The first part is true, but not the second. Boston was a big rival to Silicon
Valley before the Internet, and since the rise of the Internet has actually
fallen further behind.

------
msutherl
"The entire world is now a rival to Silicon Valley ... We will see Apples and
Facebooks get built in China, India, Brazil, Eastern Europe, Western Europe,
the Middle East, Africa, and plenty of other places ... Until recently,
"technology" was largely about "moving electrons on wires." Now, "technology"
is about building all kinds of interesting applications on top of the
Internet."

Hah!

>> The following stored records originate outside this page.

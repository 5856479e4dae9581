#pragma once
// Events that change a record's standing without changing the record: a certificate approved or
// superseded, an instrument or weight retired or reinstated. Appended through the Recorder like any row.
#include <SQLiteCpp/Database.h>

#include <cstdint>
#include <optional>
#include <set>
#include <string>
#include <vector>

#include "store/recorder.hpp"

namespace plumb::store {

struct CertificateEvent {
  std::int64_t id = 0;
  std::int64_t certificate_id = 0;
  std::string event;  ///< "approved" or "superseded"
  std::string by_name;
  std::string meaning;  ///< approved: the meaning of the signature
  std::optional<std::int64_t> replaced_by;  ///< superseded: the replacing certificate
  std::string reason;   ///< superseded: why
  std::string recorded_at;
  std::string os_user;
};

std::vector<CertificateEvent> certificate_events(SQLite::Database& db, std::int64_t certificate_id);
std::optional<CertificateEvent> certificate_event(SQLite::Database& db, std::int64_t certificate_id,
                                                  const std::string& event);
void add_certificate_event(Recorder& rec, const CertificateEvent& e);

struct ServiceEvent {
  std::int64_t id = 0;
  std::string item_kind;  ///< "instrument" or "weight"
  std::string item_id;
  std::string event;      ///< "retired" or "reinstated"
  std::string reason;
  std::string by_name;
  std::string recorded_at;
  std::string os_user;
};

/// The latest retire/reinstate event of an item, if any.
std::optional<ServiceEvent> latest_service_event(SQLite::Database& db, const std::string& item_kind,
                                                 const std::string& item_id);
/// The retirement in force, if the item is retired now.
std::optional<ServiceEvent> retirement(SQLite::Database& db, const std::string& item_kind, const std::string& item_id);
/// Ids of the items of one kind that are retired now.
std::set<std::string> retired_ids(SQLite::Database& db, const std::string& item_kind);
void add_service_event(Recorder& rec, const ServiceEvent& e);

/// A run voided because it was entered in error (schema/006_lifecycle.sql).
void add_run_void(Recorder& rec, std::int64_t run_id, const std::string& reason);
/// A certificate withdrawn, with the reason (its run was voided).
struct CertificateWithdrawal {
  std::int64_t certificate_id = 0;
  std::string reason, by_name, recorded_at;
};
void add_certificate_withdrawal(Recorder& rec, std::int64_t certificate_id, const std::string& reason);
std::optional<CertificateWithdrawal> certificate_withdrawal(SQLite::Database& db, std::int64_t certificate_id);

}  // namespace plumb::store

I know that people who work in 'web' are often myopic, but this takes it
to a new level. "Technology" is not just "about building all kinds of
interesting application on top of the internet". Technology is also about
generating and distributing power, performing surgeries, curing diseases,
designing engines, designing space ships and space suits, and thousands of
other things that are not web application development. Even Silicon Valley is
not completely about the web, it being one of the smaller areas of investment
relative to energy and biotech.

That is not to say that the 'web' and a technology sector is not of unique
importance however. If I were to offer any advice to the mayor, I would say
that we should take a very important lesson from that world, which is that
engineering and design should go hand in hand. It is not enough just to
innovate by engineering muscle – the way new technologies are packaged and
embedded in culture needs to be 'engineered' as well.

------
anamax
Does Wilson invest in people he hasn't met? What fraction of his investments
are outside of his typical travel zone?

Yes, the entire world is a rival to SV, but that's not new. The relevant
question is always what resources are available and how much they cost.
Certain resources are very inexpensive in SV and very expensive elsewhere.
(The same is true of NYC, but wrt different resources.)